• Assigned task:
Your answer must consist of every line from the data below that includes the word "integers".

Stored data
★ ★ ★ ★ ★ ★ ★
//! What can be said on the command line.

use std::path::PathBuf;

use clap::{Args, Parser, Subcommand, ValueEnum};

use super::values;
use forehear::report::safety;

/// Hear and measure a small single-ended tube guitar amplifier while it is still on paper.
#[derive(Debug, Parser)]
#[command(
    name = "forehear",
    version,
    arg_required_else_help = true,
    max_term_width = 100
)]
pub struct Cli {
    #[command(subcommand)]
    pub command: Command,

    /// One JSON document on standard output, everything else on standard error
    #[arg(long, global = true, help_heading = "Output")]
    pub json: bool,

    /// No progress and no text; errors, exceeded ratings and --json still come
    #[arg(long, global = true, help_heading = "Output")]
    pub quiet: bool,

    /// Colors in warnings and errors; auto: on a terminal, unless NO_COLOR is set
    #[arg(
        long,
        global = true,
        value_name = "WHEN",
        default_value = "auto",
        help_heading = "Output"
    )]
    pub color: Color,
}

#[derive(Clone, Copy, Debug, PartialEq, Eq, ValueEnum)]
pub enum Color {
    Auto,
    Always,
    Never,
}

#[derive(Debug, Subcommand)]
pub enum Command {
    /// Play a DI through the design at its gain settings, measure it, write sound and report
    #[command(after_long_help = safety::CAUTION)]
    Render(Box<Render>),
    /// Operating point of every stage, and every rating with its margin
    #[command(after_long_help = safety::CAUTION)]
    Bias(Bias),
    /// Transfer curve of each stage at its bias, and load lines over the plate curves
    Curve(Curve),
    /// The catalog of tubes, or one tube and where its figures come from
    Tubes(Tubes),
    /// The designs that come with the program
    Designs,
    /// Write a commented design file to start from
    New(New),
    /// The keys of a design file, with unit, default and range
    Keys(Keys),
}

/// A design, and what is changed in it.
#[derive(Debug, Args)]
pub struct DesignChoice {
    /// Design file, or the name of a shipped design [default: the first of `forehear designs`]
    #[arg(value_name = "DESIGN")]
    pub design: Option<String>,

    /// Change one value, such as stage.power.cathode.resistor=330R; may be repeated
    #[arg(long = "set", value_name = "PATH=VALUE", help_heading = "Design")]
    pub overrides: Vec<String>,
}

#[derive(Debug, Args)]
pub struct Render {
    #[command(flatten)]
    pub design: DesignChoice,

    #[command(flatten)]
    pub recording: Recording,

    #[command(flatten)]
    pub measuring: Measuring,

    #[command(flatten)]
    pub files: SoundFiles,
}

/// What is played in.
#[derive(Debug, Args)]
pub struct Recording {
    /// Dry recording of the instrument, a WAV file [default: a shipped synthetic phrase]
    #[arg(long, value_name = "WAV", help_heading = "Recording")]
    pub di: Option<PathBuf>,

    /// Render this channel only, counted from 1 [default: every channel, each on its own]
    #[arg(long, value_name = "N", value_parser = values::channel, help_heading = "Recording")]
    pub channel: Option<usize>,

    /// Peak level at the jack that digital full scale stands for, such as 1V or 0dBV [default: 1V]
    #[arg(
        long,
        value_name = "LEVEL",
        value_parser = values::jack_level,
        allow_hyphen_values = true,
        conflicts_with = "di_peak",
        help_heading = "Recording"
    )]
    pub full_scale: Option<f64>,

    /// Peak level at the jack that the recording's own peak stands for, such as 400mV
    #[arg(
        long,
        value_name = "LEVEL",
        value_parser = values::jack_level,
        allow_hyphen_values = true,
        help_heading = "Recording"
    )]
    pub di_peak: Option<f64>,
}

/// At which settings and how the amplifier is measured.
#[derive(Debug, Args)]
pub struct Measuring {
    /// Positions of the gain control, 0 to 10, such as 2,5,10 [default: the design's]
    #[arg(
        long,
        value_name = "LIST",
        value_delimiter = ',',
        value_parser = values::gain,
        allow_negative_numbers = true,
        help_heading = "Measuring"
    )]
    pub gain: Vec<f64>,

    /// Peak level at the jack of the headline figures, such as 200mV or -17dBV [default: the design's]
    #[arg(
        long,
        value_name = "LEVEL",
        value_parser = values::jack_level,
        allow_hyphen_values = true,
        help_heading = "Measuring"
    )]
    pub test_level: Option<f64>,

    /// Frequency of the headline figures; 82.4 and 220 Hz are measured beside it
    #[arg(
        long,
        value_name = "FREQUENCY",
        default_value = "1kHz",
        value_parser = values::tone,
        help_heading = "Measuring"
    )]
    pub tone: f64,

    /// Steps of the circuit solution per sample: more is slower, with fewer aliases
    #[arg(
        long,
        value_name = "FACTOR",
        default_value = "8",
        help_heading = "Measuring"
    )]
    pub oversample: Oversample,

    /// Threads to use [default: one for each core]
    #[arg(long, value_name = "N", value_parser = values::jobs, help_heading = "Measuring")]
    pub jobs: Option<usize>,
}

#[derive(Clone, Copy, Debug, PartialEq, Eq, ValueEnum)]
pub enum Oversample {
    #[value(name = "1")]
    By1,
    #[value(name = "2")]
    By2,
    #[value(name = "4")]
    By4,
    #[value(name = "8")]
    By8,
}

impl Oversample {
    pub fn factor(self) -> usize {
        match self {
            Oversample::By1 => 1,
            Oversample::By2 => 2,
            Oversample::By4 => 4,
            Oversample::By8 => 8,
        }
    }
}

/// What is written, and where.
#[derive(Debug, Args)]
pub struct SoundFiles {
    /// Sample format of the sound files
    #[arg(
        long,
        value_name = "FORMAT",
        default_value = "24",
        help_heading = "Files"
    )]
    pub format: SampleFormat,

    /// Impulse response of a cabinet, a WAV file, for the listening copies (first channel)
    /// [default: a plain band-limit]
    #[arg(long, value_name = "WAV", help_heading = "Files")]
    pub cabinet: Option<PathBuf>,

    /// Folder for the set [default: forehear-out/NAME, numbered if taken]
    #[arg(long, value_name = "DIR", help_heading = "Files")]
    pub out: Option<PathBuf>,

    /// Write over a set that exists; removes only files that its report lists
    #[arg(long, help_heading = "Files")]
    pub force: bool,
}

#[derive(Clone, Copy, Debug, PartialEq, Eq, ValueEnum)]
pub enum SampleFormat {
    /// 16-bit integers, dithered
    #[value(name = "16")]
    Pcm16,
    /// 24-bit integers
    #[value(name = "24")]
    Pcm24,
    /// 32-bit floats
    #[value(name = "32f")]
    Float32,
}

#[derive(Debug, Args)]
pub struct Bias {
    #[command(flatten)]
    pub design: DesignChoice,
}

#[derive(Debug, Args)]
pub struct Curve {
    #[command(flatten)]
    pub design: DesignChoice,

    /// Only the stage of this name [default: all stages]
    #[arg(long, value_name = "NAME", help_heading = "Design")]
    pub stage: Option<String>,

    /// Write the curves into this folder too, as CSV and SVG files
    #[arg(long, value_name = "DIR", help_heading = "Files")]
    pub out: Option<PathBuf>,
}

#[derive(Debug, Args)]
pub struct Tubes {
    /// A tube of the catalog, or a tube file of your own (ending in .toml) [default: list them all]
    pub tube: Option<String>,
}

#[derive(Debug, Args)]
pub struct New {
    /// File to write; one that exists is left as it is
    pub file: PathBuf,

    /// Start from this design: a shipped one, or a design file
    #[arg(long, value_name = "DESIGN", help_heading = "Design")]
    pub from: Option<String>,
}

#[derive(Debug, Args)]
pub struct Keys {
    /// Show the keys under this path only, such as stage.cathode
    pub path: Option<String>,
}

#[cfg(test)]
mod tests {
    use super::*;
    use clap::CommandFactory;

    #[test]
    fn the_command_line_contradicts_itself_nowhere() {
        Cli::command().debug_assert();
    }

    #[test]
    fn every_option_has_a_heading_and_a_help() {
        for command in Cli::command().get_subcommands() {
            for arg in command.get_opts() {
                assert!(arg.get_help_heading().is_some(), "{arg}");
                assert!(arg.get_help().is_some(), "{arg}");
            }
        }
    }

    #[test]
    fn negative_levels_are_values_and_a_missing_value_swallows_no_option() {
        let parse = |line: &str| Cli::try_parse_from(line.split(' '));
        let cli =
            parse("forehear render --test-level -20dBV --full-scale -3dBu --gain 2,5").unwrap();
        let Command::Render(render) = cli.command else {
            panic!("render");
        };
        assert!((render.measuring.test_level.unwrap() - 0.141_421).abs() < 1e-6);
        assert_eq!(render.measuring.gain, [2.0, 5.0]);
        assert!(parse("forehear render --test-level --quiet").is_err());
        assert!(parse("forehear render --gain -1").is_err());
        assert!(parse("forehear render --full-scale 1V --di-peak 1V").is_err());
    }
}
★ ★ ★ ★ ★ ★ ★
• Reply:
    /// 16-bit integers, dithered
    /// 24-bit integers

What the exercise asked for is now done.